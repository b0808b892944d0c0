package output

import (
	"bytes"
	"image/png"
	"math"
	"strings"
	"testing"

	"gonum.org/v1/plot/plotter"

	"islet/engine/modes"
)

func reportOf(values ...complex128) *modes.Report {
	r := &modes.Report{}
	for i, v := range values {
		r.Modes = append(r.Modes, modes.Mode{Number: i + 1, Value: v})
	}
	return r
}

// Every picture of modes is whole as SVG and as PNG.
func TestModePictures(t *testing.T) {
	a, b := reportOf(-1+30i, -20, -5e4+314i), reportOf(2+33i, -21)
	a.Stable = true
	eigen, err := Eigenvalues(NamedReport{"as given", a}, NamedReport{"reduced", b})
	if err != nil {
		t.Fatal(err)
	}
	locus, err := RootLocus("m, rad/s/W", &modes.Locus{
		Points:   []modes.LocusPoint{{Value: 1, Report: a}, {Value: 2, Report: b}},
		Branches: [][]complex128{{-1 + 30i, 2 + 33i}, {-20, -21}, {-5e4 + 314i, complex(math.NaN(), math.NaN())}},
	})
	if err != nil {
		t.Fatal(err)
	}
	response, err := FrequencyPlot("response", "p to f", "Hz per W", []float64{0.1, 1, 10}, []FrequencyCurve{{"p to f", []complex128{1, 0.5 - 0.5i, -0.1i}}})
	if err != nil {
		t.Fatal(err)
	}
	for _, c := range []struct {
		s    *Sheet
		text []string
	}{
		{eigen, []string{"eigenvalues", "near the imaginary axis", "as given", "reduced"}},
		{locus, []string{"root locus", "m, rad/s/W", "rightmost mode"}},
		{response, []string{"p to f", "magnitude, Hz per W", "phase"}},
	} {
		var svg, pic bytes.Buffer
		if err := c.s.WriteSVG(&svg); err != nil {
			t.Fatal(err)
		}
		for _, w := range c.text {
			if !strings.Contains(svg.String(), w) {
				t.Errorf("%s lacks %q", c.s.Name, w)
			}
		}
		if strings.Contains(svg.String(), "NaN") {
			t.Errorf("%s draws what is no number", c.s.Name)
		}
		if err := c.s.WritePNG(&pic); err != nil {
			t.Fatal(err)
		}
		if img, err := png.Decode(&pic); err != nil || img.Bounds().Dx() < 1000 {
			t.Errorf("%s as PNG: %v", c.s.Name, err)
		}
	}
	if _, err := FrequencyPlot("none", "nothing", "", []float64{1}, []FrequencyCurve{{"zero", []complex128{0}}}); err == nil {
		t.Error("a response of zero is drawn")
	}
	// One real eigenvalue is a picture too.
	if s, err := Eigenvalues(NamedReport{"", reportOf(-3)}); err != nil || s.WriteSVG(&bytes.Buffer{}) != nil {
		t.Errorf("a single eigenvalue: %v", err)
	}
}

// A phase that goes round starts anew at the other edge.
func TestPhasesAreCutWhereTheyGoRound(t *testing.T) {
	runs := cutAtWraps(plotter.XYs{{X: 1, Y: 170}, {X: 2, Y: 179}, {X: 3, Y: -178}, {X: 4, Y: -10}, {X: 5, Y: 175}})
	if len(runs) != 3 || len(runs[0]) != 2 || len(runs[1]) != 2 || len(runs[2]) != 1 {
		t.Errorf("runs %v, want two, two and one", runs)
	}
}
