func TestFaultsAreTold(t *testing.T) {
	for _, c := range []struct {
		name, old, now, want string
	}{
		{"unknown section", "[event.step]", "[evnt.step]", `c.toml:33: evnt: unknown; did you mean event?`},
		{"unknown key", "short_circuit_MVA = 10", "short_circuit_MVA = 10\nx_over_R0 = 1", `c.toml:14: device.source.x_over_R0 = 1: unknown key of a grid; did you mean x_over_r?`},
		{"unknown key, none near", "power_kVA = 20", "power_kVA = 20\nzzzzzzz = 1",
			`c.toml:19: device.inv.zzzzzzz = 1: unknown key of a grid-following inverter; there are power_kVA, voltage_kV, p_kW, q_kvar, pll_bandwidth_Hz, pll_damping, speed_limit_Hz, fixed_amplitude, voltage_filter_Hz, voltage_floor_percent, current_limit_percent, limit_priority and 26 more`},
		{"wrong unit in the name", "short_circuit_MVA", "short_circuit_kVA", "c.toml:13: device.source.short_circuit_kVA = 10: unknown key of a grid; did you mean short_circuit_MVA?"},
		{"wrong type", "power_kVA = 20", `power_kVA = "20"`, `c.toml:18: device.inv.power_kVA = "20": a string; want a number, more than 0, up to 1e7`},
		{"flag of wrong type", "power_kVA = 20", "power_kVA = 20\nl_filter = 1", `c.toml:19: device.inv.l_filter = 1: a number; want true or false`},
		{"date", "until_s = 1", "until_s = 2020-01-01", `c.toml:2: study.until_s = 2020-01-01: a date or time; want a number, more than 0, up to 1e6`},
		{"out of range", "length_m = 100", "length_m = -100", `c.toml:25: device.cable.length_m = -100: out of range; accepted is more than 0, up to 1e6`},
		{"not a number", "length_m = 100", "length_m = nan", `c.toml:25: device.cable.length_m = nan: out of range; accepted is more than 0, up to 1e6`},
		{"infinite", "length_m = 100", "length_m = inf", `c.toml:25: device.cable.length_m = inf: out of range; accepted is more than 0, up to 1e6`},
		{"missing key", "power_kVA = 20\n", "", `c.toml:15: device.inv: a grid-following inverter needs power_kVA (rating), more than 0, up to 1e7`},
		{"cross check of the nameplate", "p_kW = 10", "p_kW = 100", `c.toml:15: device.inv: grid-following inverter nameplate: P = 100000 W: want -40000 to 40000`},
		{"cross check of keys", "resistance_ohm_per_km = 0.2", "reactance_ohm_per_km = 1\ninductance_mH_per_km = 1", `c.toml:26: device.cable.reactance_ohm_per_km = 1: says the same as inductance_mH_per_km; want one of them`},
		{"dangling bus", `to = "b"`, `to = "bb"`, `c.toml:24: device.cable.to = "bb": no bus of that name; did you mean b?`},
		{"no bus", "from = \"a\"\n", "", `c.toml:21: device.cable: a line needs from and to, the name of a bus`},
		{"bus of wrong type", `from = "a"`, `from = 1`, `c.toml:23: device.cable.from = 1: a number; want the name of a bus`},
		{"one bus twice", `to = "b"`, `to = "a"`, "c.toml:21: device.cable: from and to are the same bus a; want two"},
		{"unlike voltages", "[bus.b]\nvoltage_kV = 0.4", "[bus.b]\nvoltage_kV = 11", `c.toml:21: device.cable: a line between bus a of 0.4 kV and bus b of 11 kV; want buses of one voltage, or a transformer`},
		{"unknown kind", `kind = "load"`, `kind = "laod"`, `c.toml:29: device.load.kind = "laod": unknown; did you mean load? accepted is one of grid, grid-forming inverter, grid-following inverter, line, transformer, breaker, reduced network, load, series load, shunt capacitor, fault, frequency meter`},
		{"no kind", "kind = \"load\"\n", "", `c.toml:28: device.load: a device needs kind; accepted is one of grid, grid-forming inverter, grid-following inverter, line, transformer, breaker, reduced network, load, series load, shunt capacitor, fault, frequency meter`},
		{"table twice", "[device.load]", "[device.cable]", "c.toml:28: device.cable: the same table is on line 21 already; names can be used once\nc.toml:36: event.step.device = \"load\": no device of that name; there are source, inv, cable"},
		{"key twice", "power_kW = 5", "power_kW = 5\npower_kW = 6", `c.toml:32: device.load.power_kW = 6: the same key is on line 31 already; names can be used once`},
		{"bus and device of one name", "[device.load]", "[device.a]", "c.toml:28: device.a: a bus has that name too; want another, so that channels can be told apart\nc.toml:36: event.step.device = \"load\": no device of that name; there are source, inv, cable, a"},
		{"unused bus", "[bus.b]", "[bus.c]\nvoltage_kV = 1\n[bus.b]", `c.toml:7: bus.c: no device is connected to it; connect one, or remove the bus`},
		{"bus without voltage", "[bus.b]\nvoltage_kV = 0.4", "[bus.b]", `c.toml:7: bus.b: a bus needs voltage_kV (rated voltage), more than 0, up to 2000`},
		{"no source", "kind = \"grid\"\nbus = \"a\"\nshort_circuit_MVA = 10", "kind = \"load\"\nbus = \"a\"\npower_kW = 1", `c.toml:4: bus.a: no source holds the voltage of a, b; connect a grid or a grid-forming inverter, close a breaker, or say dead = true if that is meant`},
		{"marked dead and isn't", "[bus.b]", "[bus.b]\ndead = true", `c.toml:8: bus.b.dead = true: the bus is connected to a source; remove the mark`},
		{"array of tables", "[bus.b]", "[[bus.b]]", "c.toml:7: bus.b: an array of tables; want named tables such as [bus.quay]\nc.toml:17: device.inv.bus = \"b\": no bus of that name; there are a\nc.toml:24: device.cable.to = \"b\": no bus of that name; there are a\nc.toml:30: device.load.bus = \"b\": no bus of that name; there are a"},
		{"bad name", "[event.step]", "[event.\"st.ep\"]", `c.toml:33: event."st.ep": not a name; accepted are up to 64 letters, digits, - and _`},
		{"event of unknown device", "device = \"load\"", "device = \"laod\"", `c.toml:36: event.step.device = "laod": no device of that name; did you mean load?`},
		{"unknown action", "action = \"set\"", "action = \"sett\"", `c.toml:35: event.step.action = "sett": unknown; accepted is one of set, open, close, close in sync, trip`},
		{"unknown setpoint", "setpoint = \"p\"", "setpoint = \"power\"", `c.toml:37: event.step.setpoint = "power": a load has no such setpoint; there are p`},
		{"no setpoint", "setpoint = \"p\"\n", "", `c.toml:33: event.step: action = "set" needs setpoint; a load has p`},
		{"value in another unit", "value_kW = 7", "value_Hz = 7", `c.toml:38: event.step.value_Hz = 7: setpoint p of a load is in another unit; want value_kW`},
		{"value out of range", "value_kW = 7", "value_kW = -7", `c.toml:38: event.step.value_kW = -7: out of range; accepted is 0.005 or more`},
		{"no value", "value_kW = 7\n", "", `c.toml:33: event.step: action = "set" needs value_kW, the new value of setpoint p`},
		{"two values", "value_kW = 7", "value_kW = 7\nvalue_kvar = 1", `c.toml:33: event.step: more than one value; want value_kW alone`},
		{"what can't be opened", "action = \"set\"\ndevice = \"load\"\nsetpoint = \"p\"\nvalue_kW = 7", "action = \"open\"\ndevice = \"load\"", `c.toml:36: event.step.device = "load": a load can't be opened or closed; accepted is a breaker or a fault`},
		{"key of another action", "value_kW = 7", "value_kW = 7\nangle_deg = 5", `c.toml:39: event.step.angle_deg = 5: goes with action = "close in sync" only`},
		{"event after the end", "at_s = 0.5", "at_s = 500", `c.toml:34: event.step.at_s = 500: lies after the end of the study; accepted is 0 to 1`},
		{"unknown channel", "[event.step]\nat_s = 0.5", "[condition.step]\nchannel = \"b.w\"\nbelow_kV = 0.3", `c.toml:34: condition.step.channel = "b.w": no channel of that name; b has v, frequency, angle, v_d, v_q, v_a, v_b, v_c`},
		{"channel of unknown owner", "[event.step]\nat_s = 0.5", "[condition.step]\nchannel = \"calbe.i\"\nabove_A = 30", `c.toml:34: condition.step.channel = "calbe.i": no channel of that name; did you mean cable?`},
		{"limit in another unit", "[event.step]\nat_s = 0.5", "[condition.step]\nchannel = \"b.v\"\nbelow_kW = 0.3", `c.toml:35: condition.step.below_kW = 0.3: channel b.v is in V line-line rms; want below_kV`},
		{"no limit", "[event.step]\nat_s = 0.5", "[condition.step]\nchannel = \"b.v\"", `c.toml:33: condition.step: a condition needs a limit; want above_kV or below_kV`},
		{"two limits", "[event.step]\nat_s = 0.5", "[condition.step]\nchannel = \"b.v\"\nbelow_kV = 0.3\nabove_kV = 1", `c.toml:33: condition.step: more than one limit; want one`},
		{"recorded channel", "until_s = 1", "until_s = 1\nrecord = [\"b.vv\"]", `c.toml:3: study.record = ["b.vv"]: no channel matches "b.vv"; did you mean b.v? b has v, frequency, angle, v_d, v_q, v_a, v_b, v_c`},
		{"record of wrong type", "until_s = 1", "until_s = 1\nrecord = \"b.v\"", `c.toml:3: study.record = "b.v": a string; want a list of strings`},
		{"rule for no device", "[event.step]", "[detail]\n\"lin-*\" = \"quasi-steady\"\n[event.step]", `c.toml:34: detail."lin-*" = "quasi-steady": no device matches "lin-*"; there are source, inv, cable, load`},
		{"rule with unknown level", "[event.step]", "[detail]\ncable = \"quasi\"\n[event.step]", `c.toml:34: detail.cable = "quasi": no device that "cable" matches offers the level "quasi"; accepted are full, quasi-steady`},
		{"rule with bad pattern", "[event.step]", "[detail]\n\"[\" = \"full\"\n[event.step]", `c.toml:34: detail."[" = "full": "[" is no pattern; want a name in which * stands for any characters, ? for one and [a-z] for a range`},
		{"not TOML", "until_s = 1", "until_s = ", "c.toml:2: not TOML 1.0: expected value but found '\\n' instead"},
		{"contact given twice", "[event.step]", "[device.k]\nkind = \"breaker\"\nfrom = \"a\"\nto = \"b\"\ncontact_resistance_mohm = 1\nR_ohm = 1\n[event.step]", `c.toml:38: device.k.R_ohm = 1: says the same as contact_resistance_mohm; want one of them`},
		{"vector group", "[event.step]", "[device.w]\nkind = \"transformer\"\nfrom = \"a\"\nto = \"b\"\npower_kVA = 10\nimpedance_percent = 4\nx_over_r = 3\nvector_group = \"Dy2\"\n[event.step]", `c.toml:40: device.w.vector_group = "Dy2": vector group "Dy2": clock number 2 can't come from these windings: want one like Yy0, Dyn11, YNd1`},
		{"rated voltage far from the bus's", "power_kW = 5", "power_kW = 5\nvoltage_kV = 11", `c.toml:32: device.load.voltage_kV = 11: the bus has 0.4 kV; accepted are 0.7 to 1.4 times that`},
		{"key of another control", "[event.step]", "[device.f]\nkind = \"grid-forming inverter\"\nbus = \"a\"\npower_kVA = 10\nH = 2\n[event.step]", `c.toml:37: device.f.H = 2: goes with control = "virtual machine" only`},
		{"section that is a value", "[event.step]\nat_s = 0.5\naction = \"set\"\ndevice = \"load\"\nsetpoint = \"p\"\nvalue_kW = 7\n", "[event]\nstep = 1\n", "c.toml:34: event.step = 1: a number; want named tables such as [event.islanding]"},
	} {
		t.Run(c.name, func(t *testing.T) {
			_, err := Parse("c.toml", []byte(change(t, c.old, c.now)))
			if err == nil {
				t.Fatal("accepted")
			}
			want := strings.Split(c.want, "\n")
			got := strings.Split(err.Error(), "\n")
			if len(got) != len(want) {
				t.Fatalf("got\n%s\nwant\n%s", err, c.want)
			}
			for _, w := range want {
				if !contains(got, w) {
					t.Errorf("got\n%s\nwant\n%s", err, c.want)
				}
			}
			var f *Fault
			if !errors.As(err, &f) || f.File != "c.toml" {
				t.Errorf("no *Fault: %#v", err)
			}
		})
	}
}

==============================

Work to be completed:
Sift through the material above and copy the lines that contain the word "series".

Exercise response:
		{"unknown kind", `kind = "load"`, `kind = "laod"`, `c.toml:29: device.load.kind = "laod": unknown; did you mean load? accepted is one of grid, grid-forming inverter, grid-following inverter, line, transformer, breaker, reduced network, load, series load, shunt capacitor, fault, frequency meter`},
		{"no kind", "kind = \"load\"\n", "", `c.toml:28: device.load: a device needs kind; accepted is one of grid, grid-forming inverter, grid-following inverter, line, transformer, breaker, reduced network, load, series load, shunt capacitor, fault, frequency meter`},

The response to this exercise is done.